Greystar educates tenants about sustainable practices through company blogs and provides usage data so they understand what they are consuming.
“We try very hard to educate residents, among other things communicating through resident bills so they can see usage,” she said. “We also communicate building features through resident portals, various ActiveBuilding communications and emails from the leasing office.”
Data: the underpinning of apartment sustainability
With apartment sustainability initiatives come the need for adequate telecommunications bandwidth. Smart home technologies like Nest thermostats and other remote access features depend on data and a solid WIFI connection, and communities should plan ahead for technology’s future.
In a session on telecom, one panelist encouraged developers to better communicate with construction teams so enough space is allocated for current and future equipment. Builders tend to stash technology in small spaces, which often isn’t enough.
“No one thought about data and outlet ports,” said Gail Corder, Ancillary Services Manager at Fairfield Residential. “Make sure you communicate with design and construction teams so that your needs for data are considered.”
Data is the underpinning of sustainability and utility savings, said TGM Chief Operating Officer Zach Goldman.
Without clear energy consumption data, and the ability to benchmark this data and bill accurately from it, sustainability cannot succeed.
When residents and operators understand the numbers, it’s then that multifamily gets its legs, adapts and embraces change.

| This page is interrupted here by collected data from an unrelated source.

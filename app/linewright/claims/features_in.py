"""Measured features in the form the engine weighs."""

from __future__ import annotations

import numpy as np

from .problem import FeatureData

SHALLOWEST, DEEPEST = 0.002, 0.98
LN10 = np.log(10.0)


def feature_data(features) -> FeatureData:
    """FeatureData of a FeatureTable: m = log10(d/(1-d)) of the depth in absorption,
    log10 of |equivalent width x continuum| in emission (line flux up to a constant)."""
    depth = np.clip(features.depth, SHALLOWEST, DEEPEST)
    absorption = np.log10(depth / (1.0 - depth))
    absorption_err = features.depth_err / (LN10 * depth * (1.0 - depth))
    scale = np.where(np.isfinite(features.continuum), np.abs(features.continuum), 1.0)
    flux = np.abs(features.ew) * scale
    with np.errstate(divide="ignore", invalid="ignore"):
        emission = np.where(flux > 0, np.log10(np.where(flux > 0, flux, 1.0)), np.nan)
        emission_err = features.ew_err / (LN10 * np.abs(features.ew))
    line = features.sign > 0
    strength = np.where(line, np.where(np.isfinite(features.depth), absorption, np.nan), emission)
    strength_err = np.where(line, absorption_err, emission_err)
    return FeatureData(
        features.wave,
        features.wave_err,
        features.fwhm,
        features.sign,
        strength,
        np.clip(np.nan_to_num(strength_err, nan=0.0), 0.0, 2.0),
    )
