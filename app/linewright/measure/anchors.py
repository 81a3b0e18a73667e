"""Continuum anchors that a person moves, and the features measured again under them."""

from __future__ import annotations

from dataclasses import dataclass, replace

import numpy as np

from ..errors import InputRefused
from .again import remeasured
from .continuum import smooth_run


@dataclass(frozen=True, eq=False)
class Anchors:
    """Points of a continuum, joined by a monotone cubic: wave (vacuum Angstrom, ascending)
    and value (flux units), each (k,)."""

    wave: np.ndarray
    value: np.ndarray

    def at(self, wave):
        """Continuum at vacuum wavelengths."""
        if len(self.wave) == 1:
            return np.full(np.shape(wave), self.value[0])
        return smooth_run(np.asarray(wave, dtype=float), self.wave, self.value)


def anchors_of(wave, value, most: int = 40) -> Anchors:
    """At most ``most`` anchors that stand for a continuum given at many nodes, each (n,)."""
    keep = np.unique(np.linspace(0, len(wave) - 1, min(most, len(wave))).round().astype(int))
    return Anchors(np.asarray(wave, dtype=float)[keep], np.asarray(value, dtype=float)[keep])


def add_anchor(anchors: Anchors, wave: float, value: float) -> Anchors:
    """One more anchor. Raises InputRefused on a value not above zero or a place taken."""
    _checked(wave, value)
    if np.any(np.abs(anchors.wave - wave) < 1e-6):
        raise InputRefused(f"anchor at {wave:.3f} A", "another stands there", "move that one")
    order = np.argsort(np.r_[anchors.wave, wave])
    return Anchors(np.r_[anchors.wave, wave][order], np.r_[anchors.value, value][order])


def move_anchor(anchors: Anchors, index: int, wave: float, value: float) -> Anchors:
    """The anchor ``index`` at another place."""
    _known(anchors, index)
    return add_anchor(_without(anchors, index), wave, value)


def remove_anchor(anchors: Anchors, index: int) -> Anchors:
    """All but the anchor ``index``; the last two stay."""
    _known(anchors, index)
    if len(anchors.wave) <= 2:
        raise InputRefused("continuum", "two anchors are the least", "move them instead")
    return _without(anchors, index)


def refit(spectrum, measurement, anchors):
    """The Measurement with the continua of ``anchors`` (one Anchors or None a segment).

    Features keep their numbers; they are fitted again where a continuum changed.
    """
    segments = tuple(
        s if s is None or a is None else _under(s, a)
        for s, a in zip(measurement.segments, anchors, strict=True)
    )
    moved = replace(measurement, segments=segments)
    changed = [i for i, a in enumerate(anchors) if a is not None and segments[i] is not None]
    return replace(moved, features=remeasured(spectrum, moved, measurement.features, changed))


def _under(nodes, anchors: Anchors):
    wave = np.unique(np.r_[nodes.node_wave, anchors.wave])
    inside = (wave >= nodes.node_wave[0]) & (wave <= nodes.node_wave[-1])
    wave = wave[inside]
    value = anchors.at(wave)
    if not np.all(value > 0):
        raise InputRefused("continuum", "falls to zero or below", "raise its anchors")
    noise = nodes.noise * nodes.continuum_at(nodes.noise_wave) / anchors.at(nodes.noise_wave)
    return replace(nodes, node_wave=wave, node_flux=value,
                   node_err=nodes.continuum_err_at(wave), noise=noise)


def _without(anchors: Anchors, index: int) -> Anchors:
    return Anchors(np.delete(anchors.wave, index), np.delete(anchors.value, index))


def _known(anchors: Anchors, index: int) -> None:
    if not 0 <= index < len(anchors.wave):
        raise InputRefused("continuum", f"has no anchor {index}", "choose one that is there")


def _checked(wave: float, value: float) -> None:
    if not (np.isfinite(wave) and np.isfinite(value) and wave > 0 and value > 0):
        raise InputRefused("anchor", "needs a wavelength and a flux above zero", "place it again")
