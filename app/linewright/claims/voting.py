"""Velocity by maximum-likelihood voting of features against predicted lines."""

from __future__ import annotations

from dataclasses import dataclass

import numpy as np

from ..spectra.medium import C_KM_S

DECLARE_MARGIN = 8.0  # log-likelihood over the best elsewhere; measured, see the study
CELLS = 50_000  # features x velocities scored at once: what a processor's cache holds
OUTLIER_SHARE = 0.25  # prior share of features the list does not explain


@dataclass(frozen=True, eq=False)
class Vote:
    """Outcome of a vote: km/s; ``score`` is the log-likelihood over ``grid``; ``width`` the
    typical error of one feature."""

    velocity: float
    error: float
    margin: float
    rivals: tuple[tuple[float, float], ...]
    grid: np.ndarray
    score: np.ndarray
    width: float = 1.0

    @property
    def declared(self) -> bool:
        return self.margin >= DECLARE_MARGIN

    @property
    def certainty(self) -> float:
        """Probability that the velocity is right: 1 once declared, else 1 - exp(-margin/2),
        half the margin being what repeated features of one list are worth."""
        return 1.0 if self.declared else float(1.0 - np.exp(-0.5 * max(self.margin, 0.0)))


def line_weights(strength, expected: float):
    """Prior probability that a line shows, from its rank among the strengths.

    strength: (n,) log10; expected: about how many lines should show. Falls as the 1.5th
    power of rank beyond ``expected`` (a soft detection threshold).
    """
    rank = np.empty(len(strength))
    rank[np.argsort(-strength, kind="stable")] = np.arange(1, len(strength) + 1)
    return 0.9 / (1.0 + (rank / max(expected, 1.0)) ** 2.0)


def vote(wave, sigma, line_wave, weight, velocity_range, outliers=OUTLIER_SHARE) -> Vote:
    """Score every velocity in ``velocity_range`` (km/s).

    wave, sigma: feature vacuum wavelengths and errors, Angstrom, (f,);
    line_wave: catalogue vacuum wavelengths, ascending, (n,); weight: (n,) prior of showing;
    outliers: prior share of features the list does not explain.
    """
    low, high = velocity_range
    width = np.maximum(C_KM_S * np.asarray(sigma) / np.asarray(wave), 0.05)
    step = float(np.clip(np.percentile(width, 20) / 2.0, 0.05, 20.0))
    grid = np.arange(low, high + step, step)
    score = np.zeros(len(grid))
    rows = max(1, CELLS // len(grid))
    for start in range(0, len(width), rows):
        some = slice(start, start + rows)
        features = (np.asarray(wave, dtype=float)[some], width[some])
        score += _summed(features, line_wave, weight, (grid, outliers))
    return summarise(grid, score, float(np.median(width)))


def _summed(features, line_wave, weight, setting):
    """Summed log-likelihood of some features (wave, width) over the grid.

    setting: (grid, prior share of outliers). A feature's density of line explanations counts
    relative to chance; a feature no line can reach says nothing.
    """
    (x, width), (grid, outliers) = features, setting
    first = np.searchsorted(line_wave, x / (1 + grid[-1] / C_KM_S))
    last = np.searchsorted(line_wave, x / (1 + grid[0] / C_KM_S))
    heaped = np.concatenate(([0.0], np.cumsum(weight)))
    mean = (heaped[last] - heaped[first]) / (grid[-1] - grid[0])
    used = mean > 0
    count = np.where(used, last - first, 0)
    owner, line = _runs(first, count)
    amount = weight[line] / (mean * width * np.sqrt(2 * np.pi) + (mean <= 0))[owner]
    velocity = C_KM_S * (x[owner] / line_wave[line] - 1.0)
    step = grid[1] - grid[0]
    reach = np.ceil(4 * width / step).astype(int)[owner]
    centre = np.rint((velocity - grid[0]) / step).astype(int)
    pair, index = _runs(centre - reach, 2 * reach + 1)
    inside = (index >= 0) & (index < len(grid))
    pair, index = pair[inside], index[inside]
    z = (grid[0] + index * step - velocity[pair]) / width[owner[pair]]
    kernel = amount[pair] * np.exp(-0.5 * z * z)
    density = np.bincount(owner[pair] * len(grid) + index, kernel, len(x) * len(grid))
    hit = np.nonzero(density)[0]
    gain = np.log1p((1 - outliers) / outliers * density[hit])
    return np.bincount(hit % len(grid), gain, len(grid)) + np.sum(used) * np.log(outliers)


def _runs(first, count):
    """(owner, index): for each row the indices first, first + 1, ... of which there are
    ``count``."""
    owner = np.repeat(np.arange(len(first)), count)
    start = np.cumsum(count) - count
    return owner, np.arange(len(owner)) - np.repeat(start - first, count)


def summarise(grid, score, width: float) -> Vote:
    """The Vote of a score curve; width: typical km/s error of one feature, which says how
    far from the best a rival must stand."""
    # The rival may also be 'no line of the list': its score is 0, with the trials of the search.
    best = int(np.argmax(score))
    exclusion = 6.0 * width + 2 * (grid[1] - grid[0])
    peaks = _peaks(score)
    far = peaks[np.abs(grid[peaks] - grid[best]) > exclusion]
    rivals = far[np.argsort(-score[far], kind="stable")][:5]
    outside = np.abs(grid - grid[best]) > exclusion
    rival_level = float(np.max(score[outside])) if np.any(outside) else -np.inf
    velocity, error = refined_peak(grid, score, best)
    return Vote(
        velocity,
        error,
        float(min(score[best] - rival_level, score[best] - np.log(len(grid)))),
        tuple((float(grid[i]), float(score[best] - score[i])) for i in rivals),
        grid,
        score,
        width,
    )


def _peaks(score):
    inner = (score[1:-1] >= score[:-2]) & (score[1:-1] > score[2:])
    return np.nonzero(np.concatenate(([True], inner, [True])))[0]


def refined_peak(grid, score, best) -> tuple[float, float]:
    """Parabola through the peak; its curvature is the statistical error."""
    if best in (0, len(grid) - 1):
        return float(grid[best]), float(grid[1] - grid[0])
    left, mid, right = score[best - 1 : best + 2]
    curvature = 2 * mid - left - right
    step = grid[1] - grid[0]
    if curvature <= 0:
        return float(grid[best]), float(step)
    shift = 0.5 * (right - left) / curvature
    return float(grid[best] + shift * step), float(step / np.sqrt(curvature))
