"""Picking a feature by hand and drawing fitted profiles."""

from __future__ import annotations

from dataclasses import replace

import numpy as np

from ..errors import InputRefused
from ..spectra.spectrum import Segment
from .detect import run_filters
from .drawn import absorbed, level_of
from .finding import Found
from .gauss import FWHM_PER_SIGMA
from .groups import Trace, component_sum, fit_features
from .guess import first_guess
from .stretches import usable
from .table import fitted_table
from .veil import running_mean, veil

AROUND = 60.0  # line widths of spectrum looked at on either side of a pick
SNAP = 2.0  # line widths within which a pick goes to the nearest extremum
SIGNS = {"absorption": 1, "emission": -1}


def measure_at(spectrum, measurement, wave_vac: float, kind: str | None = None):
    """One feature where a person points: a FeatureTable of one row, flagged 'hand'.

    measurement: the Measurement of this spectrum (continuum, noise and widths are taken
    from it; its own features nearby are subtracted); wave_vac: vacuum Angstrom; kind:
    'absorption', 'emission' or None for the nearer extremum. Raises InputRefused where
    the spectrum has no usable samples.
    """
    number = segment_at(spectrum, measurement, wave_vac)
    trace = local_trace(spectrum.segments[number], measurement.segments[number], wave_vac)
    limits = np.array([[0, len(trace.wave)]])
    pixels = trace.width / np.gradient(trace.wave)
    smooth = int(max(1, np.round(0.3 * np.median(pixels))))
    index, sign = _snap(trace, wave_vac, SIGNS.get(kind), smooth)
    others = _others(measurement.features, number, trace, trace.wave[index])
    cleared = replace(trace, y=trace.y - component_sum(trace.wave, others))
    at, signs = np.array([index]), np.array([sign])
    own = np.zeros(1, dtype=bool)
    start = first_guess(cleared, at, signs, own, smooth)
    fitted = fit_features(cleared, start, limits, np.zeros(1, dtype=int), own)
    level = run_filters(trace.y, trace.noise, trace.good, pixels, trace.correlation,
                        trace.level_err).level[index]
    found = Found(at, signs, np.array([sign * level]), limits, own, own, start)
    table = fitted_table(cleared, measurement.segments[number], found, fitted, number)
    return replace(table, flags=tuple(f"{f} hand".strip() for f in table.flags))


def fit_profile(features, row: int, points: int = 121, neighbours: bool = False):
    """(wave, flux) of a fitted profile for drawing, each (points,).

    features: FeatureTable; row: its row; wave: vacuum Angstrom over three FWHM on either
    side; flux: in the spectrum's unit, from the row's continuum; neighbours: draw the sum
    with every other fitted feature of the segment.
    """
    centre, fwhm = float(features.wave[row]), float(features.fwhm[row])
    wave = np.linspace(centre - 3.0 * fwhm, centre + 3.0 * fwhm, points)
    near = np.array([row])
    if neighbours:
        reach = 3.0 * (fwhm + np.nan_to_num(features.fwhm))
        near = np.flatnonzero(
            (features.segment == features.segment[row])
            & (np.abs(features.wave - centre) < reach)
            & np.isfinite(features.fwhm) & np.isfinite(features.depth)
        )
        # an integrated line has no profile; what it takes is in the continuum of its lines
        near = near[[i == row or "integrated" not in features.flags[i].split() for i in near]]
    return wave, level_of(features, near, row) * (1.0 - absorbed(features, near, wave))


def segment_at(spectrum, measurement, wave: float) -> int:
    """Segment that shows a vacuum wavelength best; InputRefused where none does."""
    inside = [
        i for i, (s, m) in enumerate(zip(spectrum.segments, measurement.segments, strict=True))
        if m is not None and s.wave[0] <= wave <= s.wave[-1]
    ]
    if not inside:
        raise InputRefused(
            f"{wave:.3f} A (vacuum)", "lies outside the measured spectrum",
            "point at a place the spectrum covers",
        )
    # where orders overlap the one whose end is farther away is the better exposed
    return max(inside, key=lambda i: min(wave - spectrum.segments[i].wave[0],
                                         spectrum.segments[i].wave[-1] - wave))


def local_trace(segment, nodes, wave: float, least: float = 0.0) -> Trace:
    """The samples around a pick as a Trace, ``least`` Angstrom to either side or more."""
    reach = max(AROUND * float(nodes.width_at(wave)), 1.2 * least)
    a, b = np.searchsorted(segment.wave, [wave - reach, wave + reach])
    part = slice(max(0, a), b)
    good = usable(Segment(
        segment.wave[part], segment.flux[part],
        None if segment.uncertainty is None else segment.uncertainty[part], segment.mask[part],
    ))
    if good.sum() < 8:
        raise InputRefused(
            f"{wave:.3f} A (vacuum)", "has no usable samples around it",
            "point at a place that is neither masked nor a gap",
        )
    w = segment.wave[part]
    flux = np.interp(np.arange(len(w)), np.flatnonzero(good), segment.flux[part][good])
    y = 1.0 - flux / nodes.continuum_at(w)
    noise, width = nodes.noise_at(w), nodes.width_at(w)
    pixels = width / np.gradient(w)
    length = nodes.correlation_length
    under = veil(y, noise, pixels, length) - veil(-y, noise, pixels, length)
    return Trace(w, y, noise, good, width, nodes.continuum_err_at(w), nodes.correlation, under)


def _snap(trace, wave: float, sign: int | None, smooth: int) -> tuple[int, int]:
    """(sample index, sign) of the extremum nearest to ``wave``; the sample itself if none."""
    y = running_mean(trace.y - trace.veil, smooth + 1 - smooth % 2)
    inner = y[1:-1]
    top = (inner > y[:-2]) & (inner >= y[2:])
    low = (inner < y[:-2]) & (inner <= y[2:])
    options = []
    for s, mark in ((1, top), (-1, low)):
        at = np.flatnonzero(mark) + 1
        at = at[trace.good[at] & (s * y[at] > 0)]
        if sign in (None, s) and len(at):
            best = at[np.argmin(np.abs(trace.wave[at] - wave))]
            options.append((abs(trace.wave[best] - wave), int(best), s))
    here = int(np.argmin(np.abs(trace.wave - wave)))
    if not options or min(options)[0] > SNAP * trace.width[here]:
        return here, sign or (1 if y[here] >= 0 else -1)
    return min(options)[1:]


def _others(features, segment: int, trace, centre: float) -> np.ndarray:
    """Known features of the segment about a pick, without the one picked: (m, 3)."""
    near = (features.segment == segment) & (features.wave > trace.wave[0])
    near &= (features.wave < trace.wave[-1]) & np.isfinite(features.fwhm)
    width = np.interp(features.wave, trace.wave, trace.width)
    near &= np.abs(features.wave - centre) > 0.5 * width
    depth = features.depth[near]
    base = 1.0 - np.interp(features.wave[near], trace.wave, trace.veil)
    return np.c_[depth * base, features.wave[near],
                 np.log(features.fwhm[near] / FWHM_PER_SIGMA)]
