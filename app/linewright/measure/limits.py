"""How strong an unseen line may be, and where the error of an equivalent width comes from."""

from __future__ import annotations

from dataclasses import dataclass

import numpy as np

from .by_hand import local_trace, segment_at
from .gauss import FWHM_PER_SIGMA, GAUSSIAN_AREA, Fit, Windows, profiles, spread_noise
from .groups import component_sum

C_KM_S = 299792.458
AROUND = 1.5  # widths on either side of a line that is integrated


def upper_limit(measurement, wave, width=None, sigmas: float = 3.0):
    """Equivalent width in milliangstrom that a line at ``wave`` would at least need.

    measurement: Measurement; wave: vacuum Angstrom, number or array; width: FWHM expected,
    Angstrom (None: the narrowest lines'); sigmas: confidence. A Gaussian of known centre
    and width has sigma_W = 1.2269 sqrt(FWHM dx) / (S/N) (Fisher matrix; compare Cayrel
    1988, IAU Symp. 132, 345), times the square root of the noise's correlation length;
    the continuum's error is added in quadrature. NaN outside the coverage.
    """
    wave = np.asarray(wave, dtype=float)
    out = np.full(wave.shape, np.nan)
    for s in measurement.segments:
        if s is None:
            continue
        inside = (wave >= s.node_wave[0]) & (wave <= s.node_wave[-1])
        fwhm = s.width_at(wave) if width is None else np.broadcast_to(width, wave.shape)
        pixels = np.interp(wave, s.width_wave, s.width_pixels)
        step = s.width_at(wave) / pixels
        # sum k = 1.0645 FWHM/dx, sum k^2 = 0.7527 FWHM/dx of a Gaussian k of unit height
        height = s.noise_at(wave) / np.sqrt(0.7527 * fwhm / step)
        height = height * np.sqrt(s.correlation_length)
        fake = s.continuum_err_at(wave) * np.sqrt(2.0)
        limit = 1e3 * sigmas * GAUSSIAN_AREA * fwhm * np.hypot(height, fake)
        out = np.where(inside, np.fmin(out, limit), out)
    covered = np.zeros(wave.shape, dtype=bool)
    for low, high in measurement.coverage:
        covered |= (wave >= low) & (wave <= high)
    return np.where(covered, out, np.nan)


def upper_limits(measurement, wavelengths_rest, velocity: float = 0.0, width=None,
                 sigmas: float = 3.0) -> np.ndarray:
    """Rest-frame equivalent widths in milliangstrom below which lines would stay unseen, (n,).

    measurement: Measurement; wavelengths_rest: vacuum Angstrom in the source's frame, (n,);
    velocity: of the source in the spectrum's frame, km/s; width: FWHM expected there, km/s,
    number or (n,), no less than the narrowest lines' (None: theirs); sigmas: confidence.
    NaN outside the coverage. Formula and errors: ``upper_limit``.
    """
    wave = np.atleast_1d(np.asarray(wavelengths_rest, dtype=float)) * (1.0 + velocity / C_KM_S)
    if width is not None:
        width = np.fmax(wave * np.asarray(width, dtype=float) / C_KM_S, _narrowest(measurement, wave))
    return rest_width(upper_limit(measurement, wave, width, sigmas), velocity)


def _narrowest(measurement, wave) -> np.ndarray:
    """FWHM in Angstrom of the narrowest lines, (n,); NaN outside the segments."""
    out = np.full(wave.shape, np.nan)
    for s in measurement.segments:
        if s is not None:
            inside = (wave >= s.node_wave[0]) & (wave <= s.node_wave[-1])
            out = np.where(inside, np.fmin(out, s.width_at(wave)), out)
    return out


def rest_width(ew, velocity: float):
    """Equivalent width in the source's rest frame: W / (1 + v/c); velocity in km/s."""
    return np.asarray(ew) / (1.0 + velocity / C_KM_S)


@dataclass(frozen=True)
class EquivalentWidth:
    """Milliangstrom, negative in emission; the three errors are one sigma each.

    fitted: area of the profile; integrated: sum of the samples, neighbours taken off;
    photon: of the line alone; continuum: of its level; blend: what the neighbours add.
    """

    fitted: float
    integrated: float
    photon: float
    integrated_photon: float
    continuum: float
    blend: float


def equivalent_width(spectrum, measurement, row: int) -> EquivalentWidth:
    """Equivalent width of one feature both ways, with its errors apart."""
    f = measurement.features
    number, centre, fwhm = int(f.segment[row]), float(f.wave[row]), float(f.fwhm[row])
    segment_at(spectrum, measurement, centre)  # refuses what lies outside
    nodes = measurement.segments[number]
    t = local_trace(spectrum.segments[number], nodes, centre, 6.0 * fwhm)
    base = 1.0 - max(0.0, 1.0 - float(f.continuum[row]) / float(nodes.continuum_at(centre)))
    near = np.flatnonzero((f.segment == number) & (np.abs(f.wave - centre) < 6.0 * fwhm)
                          & np.isfinite(f.depth) & np.isfinite(f.fwhm) & (f.fwhm > 0))
    params = np.c_[f.depth[near] * base, f.wave[near], np.log(f.fwhm[near] / FWHM_PER_SIGMA)]
    mine = near == row
    close = np.abs(f.wave[near] - centre) < 1.8 * 0.5 * (f.fwhm[near] + fwhm)
    order = np.r_[np.flatnonzero(mine), np.flatnonzero(close & ~mine)]
    inside = t.good & (np.abs(t.wave - centre) < AROUND * fwhm)
    photon, continuum = _area_errors(t, inside, params[order[:1]])
    together = t.good & np.any([np.abs(t.wave - c) < AROUND * fwhm for c in params[order, 1]], 0)
    whole, _ = _area_errors(t, together, params[order])
    dx = np.gradient(t.wave)[inside]
    rest = t.y - component_sum(t.wave, params[~mine]) - (1.0 - base)
    scatter = np.sqrt(nodes.correlation_length * np.sum((t.noise[inside] * dx) ** 2))
    return EquivalentWidth(
        float(f.ew[row]), 1e3 * float(np.sum(rest[inside] * dx)) / base, 1e3 * photon / base,
        1e3 * float(scatter) / base, 1e3 * continuum / base,
        1e3 * float(np.sqrt(max(whole**2 - photon**2, 0.0))) / base,
    )


def _area_errors(t, inside, params):
    """(noise error, continuum error) in Angstrom of the first component's area."""
    x, y, weight = t.wave[inside][None], t.y[inside][None], 1.0 / t.noise[inside][None]
    _, slopes = profiles(x, params[None])
    z = slopes.reshape(1, x.shape[1], -1) * weight[:, :, None]
    fit = Fit(params[None], np.linalg.pinv(z.transpose(0, 2, 1) @ z), np.zeros(1), np.ones(1))
    windows = Windows(x, y, weight)
    noise = spread_noise(windows, fit, t.correlation)[0]
    level = spread_noise(windows, fit, t.correlation, t.level_err[inside].mean()[None])[0] - noise
    a, s = params[0, 0], np.exp(params[0, 2])
    slope = np.zeros(len(noise))
    slope[0], slope[2] = np.sqrt(2 * np.pi) * s, np.sqrt(2 * np.pi) * s * a
    return tuple(float(np.sqrt(max(slope @ c @ slope, 0.0))) for c in (noise, level))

“We are all focused on data,” Goldman said. “We try to ensure our data is robust, and more importantly, accurate. Technology is certainly helpful. You need people who will take that data and move forward with action, drive bottom line NOI savings.”
Greystar has become a proven leader in sustainability and innovation. A big reason, says Director of Global Sustainability Lexie Goldberg, is providing the proper degree of transparency and visibility to residents, owners, operators and investors.
Investing in sustainability has evolved over the past five years, with sustainability initiatives now commonly discussed with investors. The company showcases how it reaches goals, and frequently pauses for reassessment to ensure the efforts are on course.
Gathering data helps Greystar identify opportunities that are shared with those who can ultimately control utility usage at properties.
For its efforts, Greystar earned RealPage’s first Utility Management Advisory 2020 Sustainability and Innovation Award.
The hunt is on for efficiencies, education
It’s not all about the numbers. Even physically walking a property with a focus on identifying savings opportunities can be useful. Pete Zadoretzky, who serves as Vice President of Sustainability at Bozzuto Management, has turned ENERGY STAR’s® Treasure Hunt into a fact-finding mission at the company’s 260+ communities.
Site teams that participate can follow a “treasure map” to inspect common area lighting, building envelopes, vacant units, models, rooftops and garages, looking for inefficiencies. The very first High-Performance Inspection, as dubbed by Bozzuto, paid off immediately.
“One thing we found is that we had a lighting retrofit throughout the common areas that was assumed to be comprehensive,” Zadoretzky explained. “Going through this process we found that wasn’t exactly the case.”
Thus, the property wasn’t saving as much as it could have been.
The hunt will continue well into multifamily’s future, said Dan Winters, who heads GRESB in the Americas. “The metrics are there, and it’s just a matter of knitting together the data ecosystem to identify and address the gaps.”
But it takes village.
“You look both at an asset as a whole and what can be done within the residences,” says Chris Acker, VP of Community Technology Services for Lennar Multifamily Communities. “I think the IoT is the initial attraction, but the reality is that you start looking at how to maintain the asset and work with residents to understand how they can be sustainable within the unit. Sustainability is more effectively approached as a whole rather than in bits and pieces.”